> TASK GOAL:
Go through the data below and gather each line containing "Settings".

> TASK INPUTS:
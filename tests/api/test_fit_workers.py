"""Fits in worker processes: the time limit stops the worker and writes nothing; a worker killed mid-fit (as
the kernel's out-of-memory killer would) fails that fit with a clear 503 and leaves the store consistent.

The worker death is real: the test sends SIGKILL to the worker's process id.
"""

from __future__ import annotations

import os
import signal
import threading
import time

import numpy as np
import pytest
from fastapi.testclient import TestClient

from service.app import create_app
from service.fitting import FIT_WORKER_NICENESS, running_fit_workers
from service.settings import Settings
from tests.conftest import records_from

NAME = "shop"


def slow_fit_csv(rows: int = 60_000, features: int = 8) -> bytes:
    """A fit that takes many seconds with one thread (k searched over 2-12, 10 restarts each)."""
    values = np.random.default_rng(0).normal(size=(rows, features))
    header = ",".join(f"f{i}" for i in range(features))
    return (header + "\n" + "\n".join(",".join(f"{v:.6f}" for v in row) for row in values)).encode()


def post_slow_fit(client: TestClient):
    return client.post(f"/v1/segmentations/{NAME}/fit?k=2-12", content=slow_fit_csv(),
                       headers={"content-type": "text/csv"})


def pid_alive(pid: int) -> bool:
    try:
        os.kill(pid, 0)
    except ProcessLookupError:
        return False
    return True


def test_a_fit_past_its_time_limit_is_stopped_and_writes_nothing(tmp_path, iris):
    # Version 1 is fitted under the default limit: how long a small fit takes depends on the machine's load,
    # and no test asserts a duration. The slow fit (many seconds of work) is the one past the 1 s limit.
    with TestClient(create_app(Settings(store_dir=tmp_path / "store"))) as client:
        assert client.post(f"/v1/segmentations/{NAME}/fit", json={"records": records_from(iris), "k": 2}
                           ).status_code == 201
    with TestClient(create_app(Settings(store_dir=tmp_path / "store", fit_time_limit_seconds=1.0))) as client:
        seen: list[int] = []
        watcher = threading.Thread(target=lambda: [seen.extend(running_fit_workers()) or time.sleep(0.05)
                                                   for _ in range(200) if not seen])
        watcher.start()
        response = post_slow_fit(client)
        watcher.join(30)
        assert response.status_code == 504, response.text
        assert "SEGSCORE_FIT_TIME_LIMIT_SECONDS" in response.json()["detail"]
        assert [v["version"] for v in client.get(f"/v1/segmentations/{NAME}").json()["versions"]] == [1]
        assert running_fit_workers() == []
        assert seen and not pid_alive(seen[0])           # the worker was stopped, not left running
        folder = tmp_path / "store" / "segmentations" / NAME
        assert sorted(p.name for p in folder.iterdir()) == ["v000001.json"]
        objects = sorted(p.suffix for p in (tmp_path / "store" / "objects").rglob("*") if p.is_file())
        assert objects == [".joblib", ".npz"]             # version 1's two objects, nothing of the stopped fit


def test_a_killed_worker_fails_that_fit_with_503_and_the_store_stays_consistent(tmp_path, iris):
    with TestClient(create_app(Settings(store_dir=tmp_path / "store"))) as client:
        assert client.post(f"/v1/segmentations/{NAME}/fit", json={"records": records_from(iris), "k": 2}
                           ).status_code == 201
        result: dict = {}
        fitter = threading.Thread(target=lambda: result.setdefault("fit", post_slow_fit(client)))
        fitter.start()
        deadline = time.monotonic() + 60
        while not running_fit_workers() and time.monotonic() < deadline:
            time.sleep(0.02)
        workers = running_fit_workers()
        assert workers, "the slow fit never started a worker"
        time.sleep(0.5)                                   # well inside the fit
        # The worker yields the CPU to serving: it runs FIT_WORKER_NICENESS steps below the server (capped at
        # 19, the lowest priority setpriority(2) knows).
        assert os.getpriority(os.PRIO_PROCESS, workers[0]) == min(19, os.getpriority(os.PRIO_PROCESS, 0)
                                                                  + FIT_WORKER_NICENESS)
        os.kill(workers[0], signal.SIGKILL)
        fitter.join(60)
        assert not fitter.is_alive()
        response = result["fit"]
        assert response.status_code == 503, response.text
        assert "killed by signal 9" in response.json()["detail"]
        detail = client.get(f"/v1/segmentations/{NAME}").json()
        assert [v["version"] for v in detail["versions"]] == [1] and detail["live_version"] == 1
        # The server is fine: assign works and the next fit gets version 2.
        assert client.post(f"/v1/segmentations/{NAME}/assign", json={"records": records_from(iris)[:2]}
                           ).status_code == 200
        assert client.post(f"/v1/segmentations/{NAME}/fit", json={"records": records_from(iris), "k": 3}
                           ).json()["version"] == 2


@pytest.mark.parametrize("body, field", [
    ({"k": 200}, "k"),                                     # more segments than records: refused in the worker
])
def test_a_refusal_inside_the_worker_keeps_its_4xx_and_detail(client, iris, body, field):
    response = client.post(f"/v1/segmentations/{NAME}/fit", json={"records": records_from(iris), **body})
    assert response.status_code == 422, response.text
    assert any(p["field"] == field for p in response.json()["detail"]), response.text
    assert client.get("/v1/segmentations").json()["segmentations"] == []


def test_fit_concurrency_bounds_the_number_of_worker_processes(tmp_path):
    # Two slow fits at once with SEGSCORE_FIT_CONCURRENCY=1: never more than one worker; each is then killed
    # (503) so that the test stays short.
    with TestClient(create_app(Settings(store_dir=tmp_path / "store", fit_concurrency=1))) as client:
        results: list = []
        fitters = [threading.Thread(target=lambda: results.append(post_slow_fit(client))) for _ in range(2)]
        for fitter in fitters:
            fitter.start()
        most, killed = 0, set()
        deadline = time.monotonic() + 120
        while len(killed) < 2 and time.monotonic() < deadline:
            workers = running_fit_workers()
            most = max(most, len(workers))
            for pid in workers:
                if pid not in killed:
                    time.sleep(0.3)                      # let the other fit try to start a worker meanwhile
                    most = max(most, len(running_fit_workers()))
                    os.kill(pid, signal.SIGKILL)
                    killed.add(pid)
            time.sleep(0.02)
        for fitter in fitters:
            fitter.join(60)
        assert len(killed) == 2 and most == 1
        assert sorted(r.status_code for r in results) == [503, 503]


LONG_TMPDIR_FIT = """
import json, sys
from fastapi.testclient import TestClient
from sklearn.datasets import load_iris
from service.app import create_app
from service.settings import Settings

iris = load_iris(as_frame=True).frame.drop(columns="target")
records = iris.to_dict(orient="records")
with TestClient(create_app(Settings(store_dir=sys.argv[1]))) as client:
    answer = client.post("/v1/segmentations/shop/fit", json={"records": records, "k": 2})
    listed = client.get("/v1/segmentations").json()
print(json.dumps({"status": answer.status_code, "body": answer.json(), "listed": listed}))
"""


def test_a_worker_that_cannot_start_answers_503_saying_why(tmp_path):
    # A Unix socket path holds at most 107 bytes (Linux's sun_path): under a TMPDIR of ~150 characters the
    # forkserver cannot bind its socket. A fresh interpreter, so no forkserver of this test process is reused.
    import json
    import subprocess
    import sys

    long_tmp = tmp_path / ("t" * 150)
    long_tmp.mkdir()
    env = {**os.environ, "TMPDIR": str(long_tmp)}
    run = subprocess.run([sys.executable, "-c", LONG_TMPDIR_FIT, str(tmp_path / "store")], env=env,
                         capture_output=True, text=True, timeout=120, cwd=os.getcwd())
    assert run.returncode == 0, run.stderr[-2000:]
    answer = json.loads(run.stdout.strip().splitlines()[-1])
    assert answer["status"] == 503
    assert "could not start a fit worker" in answer["body"]["detail"]
    assert "set TMPDIR to a shorter path" in answer["body"]["detail"]
    assert str(long_tmp) not in answer["body"]["detail"]       # the length is told, not the server's path
    assert answer["listed"]["segmentations"] == []                 # nothing was written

> ANSWER SPACE:
from service.settings import Settings
    with TestClient(create_app(Settings(store_dir=tmp_path / "store"))) as client:
    with TestClient(create_app(Settings(store_dir=tmp_path / "store", fit_time_limit_seconds=1.0))) as client:
    with TestClient(create_app(Settings(store_dir=tmp_path / "store"))) as client:
    with TestClient(create_app(Settings(store_dir=tmp_path / "store", fit_concurrency=1))) as client:
from service.settings import Settings
with TestClient(create_app(Settings(store_dir=sys.argv[1]))) as client:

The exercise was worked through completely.